Pour le secrétaire général, cette assemblée générale est une rencontre d’information, de sensibilisation mais aussi et surtout de résolution et de recommandations pour réparer l’injustice. « Le Mali pour de multiples raisons a décidé vers les années 1980 de privatiser un certain nombre de professions dont la santé animale. Ainsi à partir de 1986 des unités et de pharmacies vétérinaires privées ont commencé à s’installer dans le pays en cohabitation avec la pharmacie vétérinaire du Mali (PVM) qui a définitivement cessé ses activités en 1995. Ainsi pour s’installer dans son compte dans ce domaine, il fallait être détenteur du diplôme d’ingénieur d’élevage ou d’un diplôme équivalent selon la loi n°86-64AN-RM du 26 juillet 1986 portant autorisation de l’exercice à titre privé de la profession vétérinaire », explique M. Koïta.

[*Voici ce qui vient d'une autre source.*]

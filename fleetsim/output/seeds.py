"""A multi-seed run folder: one set of settings run under several seeds, and their combined summary.

Layout of a multi-seed run folder (``fleetsim run --seeds N``)::

    summary.json        the combined summary (docs/metrics.md, "Several seeds")
    seeds/SEED/         a complete run folder of each seed (docs: fleetsim/output/run.py), with
                        its own marker of kind ``run``, so every tool reads it as any run folder
    report.html, .md    the multi-seed report, once written
    .fleetsim-output    the marker: kind ``seeds``

The combined summary holds, for every numeric figure of the seeds' summaries, the mean over
the seeds where it is finite, the Student t interval of that mean (95%, between seeds) and
the number of seeds it rests on. :func:`combine_runs` computes it from run folders, so the
folder ``fleetsim run --seeds`` writes and a report over several ordinary run folders of the
same settings rest on one computation. The t interval lives here, below both the command
line and the report, which share it.
"""

from __future__ import annotations

import json
import math
from collections.abc import Callable, Iterable, Sequence
from pathlib import Path
from typing import Any

from ..errors import FleetsimError
from .files import unescape_frame
from .folders import MARKER, atomic_folder, marker_text

__all__ = ["SEEDS", "LEVEL", "METHOD", "GROUPINGS", "seed_interval", "numeric_figures", "combine_runs",
           "combine", "read_seed_run", "same_settings", "write_seeds"]

SEEDS = "seeds"
"""Subfolder of a multi-seed run folder: one run folder per seed (``seeds/SEED/``)."""

LEVEL = 0.95
"""Confidence level of the between-seed intervals."""

METHOD = "student-t"
"""The between-seed interval: mean +- t(1 - (1 - LEVEL) / 2, n - 1) x sd / sqrt(n) over n seeds."""

GROUPINGS = {"device_type": "bias_by_device_type", "region": "bias_by_region",
             "data_quartile": "bias_by_data_quartile"}
"""Grouping column -> the per-seed bias table whose counts the pooled representation ratio sums."""

_HEADER = ("scenario", "fleet_file", "config_hash", "policy", "devices", "horizon_start", "simulated_hours", "replay")
"""Keys of the first seed's summary copied to the combined summary (the same settings in every seed)."""


def seed_interval(values: Iterable[Any], level: float = LEVEL) -> dict[str, Any]:
    """The between-seed figure of one summary key: ``{"seeds", "mean", "sd", "low", "high"}``.

    Only finite numbers count (None, NaN and infinities are a figure a seed could not
    measure); ``seeds`` says how many did. Student t interval of the mean (Student,
    Biometrika 6, 1908): mean +- t_{(1+level)/2, n-1} sd / sqrt(n), sd with n - 1 in the
    denominator. Mean null with no seed; sd and bounds null with fewer than two.
    """
    from scipy import stats  # here: reading a folder's layout needs no statistics library

    kept = [float(v) for v in values if _finite(v)]
    n = len(kept)
    out: dict[str, Any] = {"seeds": n, "mean": None, "sd": None, "low": None, "high": None}
    if n == 0:
        return out
    mean = math.fsum(kept) / n
    out["mean"] = mean
    if n < 2:
        return out
    sd = math.sqrt(math.fsum((v - mean) ** 2 for v in kept) / (n - 1))
    half = float(stats.t.ppf(0.5 + level / 2.0, n - 1)) * sd / math.sqrt(n)
    out.update(sd=sd, low=mean - half, high=mean + half)
    return out


def _finite(value: Any) -> bool:
    return isinstance(value, (int, float)) and not isinstance(value, bool) and math.isfinite(value)


def numeric_figures(summaries: Sequence[dict[str, Any]]) -> list[tuple[tuple[str, ...], list[Any]]]:
    """Every key path holding a number (or null) in some summary, with each summary's value there.

    Paths are listed in the order they first appear; a path missing from a summary gives
    None for it. The top-level ``seed`` is an identity, not a figure, and is left out; so are
    text and true/false values.
    """
    order: dict[tuple[str, ...], None] = {}
    flat: list[dict[tuple[str, ...], Any]] = []
    for summary in summaries:
        leaves: dict[tuple[str, ...], Any] = {}
        _leaves(summary, (), leaves)
        leaves.pop(("seed",), None)
        flat.append(leaves)
        order.update(dict.fromkeys(leaves))
    numeric = [p for p in order if any(_finite(f.get(p)) for f in flat)]
    return [(p, [f.get(p) if _finite(f.get(p)) or f.get(p) is None else None for f in flat]) for p in numeric]


def _leaves(value: Any, path: tuple[str, ...], out: dict[tuple[str, ...], Any]) -> None:
    if isinstance(value, dict):
        for key, inner in value.items():
            _leaves(inner, (*path, str(key)), out)
    elif value is None or _finite(value) or isinstance(value, float):
        out[path] = value


def _pooled(grouping: str, tables: Sequence[Any]) -> list[dict[str, Any]]:
    """Per group: the representation ratio of the seeds' pooled counts, with its Wilson interval.

    Pooled report share = sum of the group's used reports / sum of all used reports; pooled
    fleet share = sum of the group's devices / sum of all devices (both over the seeds); the
    ratio and the Wilson score interval of the pooled report share (Wilson, JASA 22, 1927,
    :func:`fleetsim.analysis.wilson_interval`) are divided by the pooled fleet share.
    """
    import numpy as np

    from ..analysis import wilson_interval

    names: dict[str, None] = {}
    for table in tables:
        names.update(dict.fromkeys(str(g) for g in table[grouping]))
    devices = {g: 0.0 for g in names}
    reports = {g: 0.0 for g in names}
    for table in tables:
        for g, d, r in zip(table[grouping], table["devices"], table["reports"], strict=True):
            devices[str(g)] += float(d)
            reports[str(g)] += float(r)
    all_devices, all_reports = sum(devices.values()), sum(reports.values())
    counts = np.array([reports[g] for g in names])
    low, high = wilson_interval(counts, all_reports)
    rows = []
    for i, g in enumerate(names):
        fleet = devices[g] / all_devices if all_devices else math.nan
        share = reports[g] / all_reports if all_reports else math.nan
        ratio = share / fleet if fleet else math.nan
        rows.append({"grouping": grouping, "group": g, "devices": int(devices[g]), "reports": int(reports[g]),
                     "pooled": _number(ratio), "wilson_low": _number(low[i] / fleet if fleet else math.nan),
                     "wilson_high": _number(high[i] / fleet if fleet else math.nan)})
    return rows


def _number(value: float) -> float | None:
    return float(value) if math.isfinite(value) else None


def combine(summaries: Sequence[dict[str, Any]], bias: Sequence[dict[str, Any]] | None = None,
            folders: Sequence[str] = ()) -> dict[str, Any]:
    """The combined summary of one set of settings run under several seeds.

    ``summaries``: each seed's summary.json, in seed order; ``bias``: each seed's bias
    tables by name (:data:`GROUPINGS`), for the pooled representation ratios (left out when
    None); ``folders``: where each seed's run folder is, as recorded in the summary.
    """
    first = summaries[0]
    figures = []
    index = {}
    for path, values in numeric_figures(summaries):
        record = {"path": list(path), "values": values, **seed_interval(values)}
        index[path] = record
        figures.append(record)
    representation = []
    for grouping, table in GROUPINGS.items():
        if bias is None:
            break
        for row in _pooled(grouping, [b[table] for b in bias]):
            key = ("bias", f"by_{grouping}", row["group"], "representation_ratio")
            between = index.get(key, seed_interval([]))
            representation.append({**row, **{k: between[k] for k in ("seeds", "mean", "low", "high")}})
    return {
        **{k: first.get(k) for k in _HEADER},
        "seeds": [s.get("seed") for s in summaries],
        "folders": list(folders),
        "between_seeds": {"method": METHOD, "level": LEVEL},
        "figures": figures,
        "representation": representation,
        "caution": first.get("caution"),
    }


def _read_json(path: Path) -> dict[str, Any]:
    try:
        data = json.loads(path.read_text(encoding="utf-8"))
    except OSError as exc:
        raise FleetsimError(f"{path}: cannot read ({exc.strerror or exc}); is {path.parent} a run folder?") from None
    except json.JSONDecodeError as exc:
        raise FleetsimError(f"{path}: not valid JSON ({exc.msg} at line {exc.lineno})") from None
    if not isinstance(data, dict):
        raise FleetsimError(f"{path}: expected a JSON object; is {path.parent} a run folder?")
    return data


def read_seed_run(folder: str | Path) -> tuple[dict[str, Any], dict[str, Any], dict[str, Any]]:
    """A run folder's summary.json, config.json and bias tables (the columns :func:`combine` sums).

    Raises FleetsimError naming the file that is missing or broken.
    """
    import pandas as pd

    path = Path(folder)
    summary, config = _read_json(path / "summary.json"), _read_json(path / "config.json")
    tables = {}
    for key, name in GROUPINGS.items():
        file = path / "tables" / f"{name}.csv"
        try:
            table = unescape_frame(pd.read_csv(file, dtype={key: str}, keep_default_na=False,
                                               na_values={"devices": [""], "reports": [""]}))
        except FileNotFoundError:
            raise FleetsimError(f"{file}: missing; is {path} a run folder?") from None
        except (OSError, ValueError, pd.errors.ParserError) as exc:
            raise FleetsimError(f"{file}: cannot read the table ({' '.join(str(exc).split())})") from None
        lacking = [c for c in (key, "devices", "reports") if c not in table.columns]
        if lacking:
            raise FleetsimError(f"{file}: lacks column(s) {', '.join(lacking)}")
        tables[name] = table
    return summary, config, tables


def _difference(a: Any, b: Any, path: str = "") -> tuple[str, Any, Any] | None:
    """The first key path where two settings differ, with both values (``missing`` where absent)."""
    if isinstance(a, dict) and isinstance(b, dict):
        for key in [*a, *(k for k in b if k not in a)]:
            inner = f"{path}.{key}" if path else str(key)
            if key not in a or key not in b:
                return inner, a[key] if key in a else "missing", b[key] if key in b else "missing"
            found = _difference(a[key], b[key], inner)
            if found:
                return found
        return None
    return None if a == b else (path or "(the whole file)", a, b)


def _short(value: Any) -> str:
    text = value if isinstance(value, str) and value == "missing" else json.dumps(value, sort_keys=True)
    return text if len(text) <= 60 else text[:57] + "..."


def same_settings(runs: Sequence[tuple[Path, dict[str, Any], dict[str, Any]]]) -> None:
    """Check that run folders (path, summary, config) hold one set of settings under distinct seeds.

    Raises FleetsimError, one line naming both folders and what differs: a key of
    config.json (or the configuration hash), or a seed two folders share.
    """
    a, first, first_config = runs[0]
    seen: dict[Any, Path] = {}
    for b, summary, config in runs:
        if summary.get("config_hash") != first.get("config_hash") or config != first_config:
            found = _difference(first_config, config)
            what = (f"{found[0]}: {_short(found[1])} in {a}, {_short(found[2])} in {b}" if found else
                    f"configuration hash {first.get('config_hash')} in {a}, {summary.get('config_hash')} in {b}")
            raise FleetsimError(f"{b}: not the same settings as {a} ({what}); a report over several runs needs "
                                "one set of settings under different seeds")
        seed = summary.get("seed")
        if seed in seen:
            raise FleetsimError(f"{b}: holds seed {seed}, as {seen[seed]} does; a report over several runs needs "
                                "each seed once")
        seen[seed] = b


def combine_runs(folders: Sequence[str | Path], names: Sequence[str] | None = None) -> dict[str, Any]:
    """The combined summary of run folders of the same settings (sorted by seed).

    ``names``: how the summary records each folder (default: the path as given). Raises
    FleetsimError for a folder that is not readable, different settings or a repeated seed.
    """
    runs = [(Path(f), *read_seed_run(f)) for f in folders]
    same_settings([(p, s, c) for p, s, c, _ in runs])
    labels = list(names) if names is not None else [str(f) for f in folders]
    order = sorted(range(len(runs)), key=lambda i: runs[i][1].get("seed", 0))
    return combine([runs[i][1] for i in order], [runs[i][3] for i in order], [labels[i] for i in order])


def write_seeds(
    out: str | Path, seeds: Sequence[int], fill_seed: Callable[[int, Path], None], *, force: bool = False,
    inputs: Iterable[str | Path] = (), label: str | None = None, notice: Callable[[str], None] | None = None,
) -> Path:
    """Write a multi-seed run folder at ``out``, all or nothing.

    ``fill_seed(seed, folder)`` writes one seed's complete run folder into the new folder
    ``folder`` (``seeds/SEED/``, which gets the marker of a run); the combined summary is then
    computed from what was written (:func:`combine_runs`). ``force``, ``inputs``, ``label``
    and ``notice`` as for :func:`fleetsim.output.atomic_folder`. Raises FleetsimError.
    """

    def fill(folder: Path) -> None:
        subs = []
        for seed in seeds:
            sub = folder / SEEDS / str(seed)
            sub.mkdir(parents=True)
            fill_seed(seed, sub)
            (sub / MARKER).write_text(marker_text("run"), encoding="utf-8")
            subs.append(sub)
        combined = combine_runs(subs, [f"{SEEDS}/{seed}" for seed in seeds])
        (folder / "summary.json").write_text(json.dumps(combined, indent=2) + "\n", encoding="utf-8")

    return atomic_folder(Path(out), fill, kind=SEEDS, force=force, inputs=inputs, label=label, notice=notice)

Il regrette qu’une autre relecture a été fait, avec le prétexte de transposer la directive 07/2006 UEMOA du 23 Mars 2006 sur la pharmacie vétérinaire, alors que la directive N°01/2012/CM/UUEMOA relative à la libre circulation et l’établissement des docteurs vétérinaires ressortissants des Etats membres de l’UEMOA, qui est vieille de 4 ans, n’a pas été transposée. « Comment comprendre qu’on puisse extraire un seul élément de l’exercice vétérinaire lors que l’exercice lui-même n’est pas relu ? », s’interroge-t-il.
Concernant la loi sur la pharmacie vétérinaire et la décision du ministre sortant, le conférencier affirme que cette loi est discriminatoire. Dans la perspective du droit d’établissement des vétérinaires dans les pays de l’UEMOA, la dramatique conséquence de cette loi sera de priver des Maliens au profit des ressortissants des autres pays de l’UEMOA, non pas pour des questions de compétences, mais de personnes. « Le Mali est le seul pays au monde qui brime ses enfants au profit d’autrui. Il reste de bon élève de l’application des principes édictées au niveau communautaire, même au détriment de ses propres intérêts, et bien sûr par la faute d’autres maliens », s’indigne le conférencier.
Et de préciser que l’UEMOA, qui est incriminée, s’est à plusieurs reprises prononcée sur le sujet en disant que la solution du problème est entre les mains des Maliens eux même pour la simple raison qu’il s’agit d’une directive qui est transposée à travers une loi nationale.
Concernant les actions futures de l’association, Modibo Koïta a indiqué qu’ils vont envoyer une correspondance au Président de la République pour lui demander ne pas promulguer la loi sur la pharmacie en l’état. M. Koïta, a enfin prévenu qu’ils utiliseront tous les moyens légaux pour dénoncer cette loi.